Welcome to my blog. I am hoping my followers that I gain will enjoy the humor and seriousness of being a young overweight girl just trying to make it in this crazy world full of judgement.

Tuesday, January 18, 2011

Please don't be a relapse..

One sentence. One word.
One tiny thing can change everything you are/stand for.

It's weird how one person, especially one you really used to care about, can stick inside you like a disease. You can forget and pretend they aren't sitting there inside, but deep down you know. You just know that they are there.. and it kills you. And you would do anything to forget.. :(
I'm too young for this shit..
This shouldn't be happening. No one deserves this feeling of having NO control. Why isn't there a delete button in your heart? I want to clear everything I have of someone so I can focus on myself.
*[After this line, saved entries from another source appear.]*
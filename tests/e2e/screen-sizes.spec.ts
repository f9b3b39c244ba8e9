import { expect, type Page, test } from '@playwright/test';
import { guardEveryPage } from './page-guard';

/*
 * Every view on a phone beside the cryostat, on a tablet and on a desktop: no view may scroll
 * sideways as a page (tables scroll inside their own frame), the active tab stays in sight, no
 * symbol or unit is set in capitals, and a screenshot of each view is kept at 390 px and 1440 px in
 * both themes.
 */

const ARTIFACTS = 'test-results/artifacts/screens';

/** The views and the modes inside them that change the layout, each reached by its tab's name. */
const STOPS: readonly { id: string; tabs: readonly string[] }[] = [
  { id: 'explorer', tabs: ['Helium properties'] },
  { id: 'planner', tabs: ['Plan a measurement'] },
  { id: 'converter-reading', tabs: ['Read the temperature', 'One reading', 'One delay'] },
  { id: 'converter-distances', tabs: ['Read the temperature', 'One reading', 'Several distances'] },
  { id: 'converter-sweep', tabs: ['Read the temperature', 'One reading', 'Path length from a sweep'] },
  { id: 'converter-batch', tabs: ['Read the temperature', 'Batch file'] },
  { id: 'converter-trace', tabs: ['Read the temperature', 'Trace lab'] },
  { id: 'locate', tabs: ['Locate a source'] },
  { id: 'resonator', tabs: ['Resonator'] },
];

async function open(page: Page, tabs: readonly string[]) {
  for (const name of tabs) {
    const tab = page.getByRole('tab', { name, exact: true });
    await tab.click();
    await expect(tab).toHaveAttribute('aria-selected', 'true');
  }
  // Charts are drawn after Plotly loads; a late chart must not widen the page either.
  await page.waitForLoadState('networkidle');
  for (const chart of await page.locator('[data-chart]').all()) await expect(chart).toHaveAttribute('data-drawn', 'true');
}

/** How far the page reaches past the window, px (0 when nothing sticks out). */
function sidewaysOverflow(page: Page) {
  return page.evaluate(() => {
    const root = document.documentElement;
    return { overflow: root.scrollWidth - root.clientWidth, scrolledX: window.scrollX };
  });
}

/**
 * Text set in capitals by the style sheet that holds a symbol or a unit, whose case is its meaning
 * (u₂ is not U₂, µs is not ΜS, mK is not MK): there should be none.
 */
function symbolsInCapitals(page: Page) {
  return page.evaluate(() => {
    const symbol = /[µμ\u2080-\u2089λκΔδσ]|(?<!\w)(mK|ms|mm|Hz|kHz|Pa|mbar|W\/cm²|m\/s|df\/dT)(?!\w)/;
    const found: string[] = [];
    for (const el of document.querySelectorAll<HTMLElement>('body *')) {
      if (getComputedStyle(el).textTransform !== 'uppercase' || el.offsetParent === null) continue;
      const own = [...el.childNodes].filter((n) => n.nodeType === Node.TEXT_NODE).map((n) => n.textContent ?? '').join('');
      if (symbol.test(own)) found.push(own.trim());
    }
    return found;
  });
}

/** The widest elements that stick out past the window and are not inside a scrolling frame: named in a failure. */
function culprits(page: Page) {
  return page.evaluate(() => {
    const width = document.documentElement.clientWidth;
    const found: string[] = [];
    for (const el of document.querySelectorAll<HTMLElement>('body *')) {
      const box = el.getBoundingClientRect();
      if (box.width === 0 || box.right <= width + 1) continue;
      let frame = el.parentElement;
      let framed = false;
      while (frame && frame !== document.body) {
        if (/(auto|scroll|hidden|clip)/.test(getComputedStyle(frame).overflowX)) {
          framed = true;
          break;
        }
        frame = frame.parentElement;
      }
      if (!framed) found.push(`${el.tagName.toLowerCase()}.${[...el.classList].join('.')} (right edge ${Math.round(box.right)} px)`);
    }
    return found.slice(0, 8);
  });
}

test.describe('every screen size', () => {
  guardEveryPage();

  for (const viewport of [
    { width: 360, height: 740 },
    { width: 390, height: 844 },
    { width: 768, height: 1024 },
  ]) {
    test(`no view scrolls sideways at ${viewport.width} × ${viewport.height}`, async ({ page }) => {
      await page.setViewportSize(viewport);
      await page.goto('/');
      await expect(page.getByRole('heading', { level: 1, name: 'Sekundo' })).toBeVisible();
      // At 390 px this test also keeps the light theme's screenshots (the loop below shoots the rest).
      if (viewport.width === 390) await page.getByRole('radio', { name: 'Light', exact: true }).check();
      for (const stop of STOPS) {
        await open(page, stop.tabs);
        const { overflow, scrolledX } = await sidewaysOverflow(page);
        expect(overflow, `${stop.id} at ${viewport.width} px sticks out: ${(await culprits(page)).join('; ')}`).toBeLessThanOrEqual(0);
        expect(scrolledX, `${stop.id} at ${viewport.width} px is scrolled sideways`).toBe(0);
        // The chosen view's tab is in sight inside its strip.
        const viewTab = page.getByRole('tablist', { name: 'Sekundo views' }).getByRole('tab', { selected: true });
        await expect(viewTab).toBeInViewport({ ratio: 0.9 });
        if (viewport.width === 390) {
          await page.screenshot({ path: `${ARTIFACTS}/${stop.id}-390-light.png`, fullPage: true });
          expect(await symbolsInCapitals(page), `${stop.id}: symbols or units set in capitals`).toEqual([]);
        }
      }
      // The display-units panel opens inside the window.
      await page.getByRole('button', { name: /^Units/ }).click();
      const panel = page.getByRole('region', { name: 'Display units' });
      await expect(panel).toBeVisible();
      const box = await panel.boundingBox();
      expect(box?.x ?? -1).toBeGreaterThanOrEqual(0);
      expect((box?.x ?? 0) + (box?.width ?? Number.POSITIVE_INFINITY)).toBeLessThanOrEqual(viewport.width);
      expect((await sidewaysOverflow(page)).overflow).toBeLessThanOrEqual(0);
      await page.getByRole('button', { name: 'Done' }).click();
    });
  }

  test('tables scroll inside their own frame with the first column kept', async ({ page }) => {
    await page.setViewportSize({ width: 390, height: 844 });
    await page.goto('/');
    await open(page, ['Plan a measurement']);
    const frame = page.locator('.table-scroll').filter({ has: page.locator('table.sensors-table') });
    const scrollable = await frame.evaluate((el) => el.scrollWidth > el.clientWidth);
    expect(scrollable).toBe(true);
    const firstCell = frame.locator('tbody tr').first().locator('td, th').first();
    const before = await firstCell.boundingBox();
    await frame.evaluate((el) => {
      el.scrollLeft = el.scrollWidth;
    });
    const after = await firstCell.boundingBox();
    expect(before).not.toBeNull();
    expect(after?.x).toBeCloseTo(before?.x ?? Number.NaN, 0);
  });

  // Light at 390 px: shot by the sideways test above.
  for (const theme of ['Light', 'Dark'] as const) {
    for (const viewport of theme === 'Light' ? [{ width: 1440, height: 900 }] : [{ width: 390, height: 844 }, { width: 1440, height: 900 }]) {
      test(`screenshots of every view, ${theme.toLowerCase()} theme, ${viewport.width} px`, async ({ page }) => {
        await page.setViewportSize(viewport);
        await page.goto('/');
        await page.getByRole('radio', { name: theme, exact: true }).check();
        await expect(page.locator('html')).toHaveAttribute('data-theme', theme.toLowerCase());
        for (const stop of STOPS) {
          await open(page, stop.tabs);
          await page.screenshot({ path: `${ARTIFACTS}/${stop.id}-${viewport.width}-${theme.toLowerCase()}.png`, fullPage: true });
        }
        // The header's units panel and a help panel open, in this theme.
        await open(page, ['Helium properties']);
        await page.getByRole('button', { name: /^Units/ }).click();
        await page.getByRole('button', { name: 'Help: temperature' }).click({ force: true });
        await page.screenshot({ path: `${ARTIFACTS}/units-and-help-${viewport.width}-${theme.toLowerCase()}.png` });
        await page.keyboard.press('Escape');
      });
    }
  }
});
GOD THATS WHY I DID THIS! So I can focus on me. And I do! But there is that cancer inside that bursts randomly and you can't get rid of it. Where you want to go back and fix what shouldn't be fixed. I'm confusing myself...

I'm trying so hard to forget. And I'm trying to keep myself together and take care of myself.

But, this bipolar feeling about someone is eating at me like a drug and I can't stop thinking about it...
I'm too young. I shouldn't have ever felt like this because all it did was eat me alive...

I need to get to Hawaii. I need time away from here with my friends. I need out for a few days..
But.. the things I would do to hop on a plane right now and go to the one place I love. The place I fell in love with.
The things I would do, to spend 1 day in San Fransisco..
Just 1 day. On bart. alone. where all my smiles used to be. Where I literally left my heart...

Man I need my therapist.. and the gym..

-Alexa Starky.

1 comment:

  1. Not sure how I missed this post but glad you got through these feelings. It is amazing how old feelings can creep in suddenly and then we are back 'in' it for a while. Memories are just that......memories. Most of them we will look back at and remember with fondness mostly because of what we learned and how far we have come since then.